───── Supplied material

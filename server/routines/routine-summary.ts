import {
  openCandidateStates,
  type IncumbentHeadline,
  type OpenCandidateCounts,
  type RoutineSummary,
} from '@shared/api/routines.ts';
import type { MetricsSnapshot } from '@server/db/schema/promotions.ts';
import type { Db } from '@server/db/client.ts';
import {
  incumbentPromotions,
  openCandidateCounts,
  type IncumbentPromotionRow,
  type RoutineRow,
} from './routines.repo.ts';

/** The worst factor ratio and the median time at the largest timing size of a snapshot. */
export function headlineOf(snapshot: MetricsSnapshot): IncumbentHeadline {
  const largest = snapshot.timing.reduce<MetricsSnapshot['timing'][number] | null>(
    (best, t) => (best === null || t.n > best.n ? t : best),
    null,
  );
  return {
    worstFactorRatio: snapshot.worstFactorRatio,
    timingN: largest?.n ?? null,
    timingMedianMs: largest?.medianMs ?? null,
  };
}

/** For each routine, the newest promotion of its incumbent revision. */
export async function incumbentPromotionByRoutine(
  db: Db,
  rows: RoutineRow[],
): Promise<Map<number, IncumbentPromotionRow>> {
  const incumbents = rows.flatMap((r) => (r.incumbentRevisionId ? [r.incumbentRevisionId] : []));
  const found = await incumbentPromotions(
    db,
    rows.map((r) => r.id),
    incumbents,
  );
  const byRoutine = new Map<number, IncumbentPromotionRow>();
  const incumbentOf = new Map(rows.map((r) => [r.id, r.incumbentRevisionId]));
  for (const p of found) {
    if (incumbentOf.get(p.routineId) === p.revisionId && !byRoutine.has(p.routineId)) {
      byRoutine.set(p.routineId, p);
    }
  }
  return byRoutine;
}

function zeroCounts(): OpenCandidateCounts {
  return Object.fromEntries(openCandidateStates.map((s) => [s, 0])) as OpenCandidateCounts;
}

/** Routines as listed: headline figures of the incumbent and open candidates per state. */
export async function summarizeRoutines(db: Db, rows: RoutineRow[]): Promise<RoutineSummary[]> {
  const ids = rows.map((r) => r.id);
  // In turn, not at once: `db` may be a transaction (routine-detail.ts).
  const promotionsByRoutine = await incumbentPromotionByRoutine(db, rows);
  const counts = await openCandidateCounts(db, ids);
  const countsByRoutine = new Map(ids.map((id) => [id, zeroCounts()]));
  for (const c of counts) {
    const entry = countsByRoutine.get(c.routineId);
    if (entry && c.state in entry) entry[c.state as keyof OpenCandidateCounts] = c.n;
  }
  return rows.map((r) => {
    const promotion = promotionsByRoutine.get(r.id);
    return {
      id: r.id,
      teamId: r.teamId,
      slug: r.slug,
      title: r.title,
      contract: r.contract,
      matrixSetId: r.matrixSetId,
      incumbentRevisionId: r.incumbentRevisionId,
      incumbent: promotion
        ? {
            candidateId: promotion.candidateId,
            candidateTitle: promotion.candidateTitle,
            revisionNumber: promotion.revisionNumber,
          }
        : null,
      headline: promotion ? headlineOf(promotion.metricsSnapshot) : null,
      openCandidates: countsByRoutine.get(r.id) ?? zeroCounts(),
    };
  });
}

──────────

▶ _Exercise description_:
Only lines that include "routineId" belong in the answer; copy all of them from the listing.

▶ _Expected answer_:
    if (incumbentOf.get(p.routineId) === p.revisionId && !byRoutine.has(p.routineId)) {
      byRoutine.set(p.routineId, p);
    const entry = countsByRoutine.get(c.routineId);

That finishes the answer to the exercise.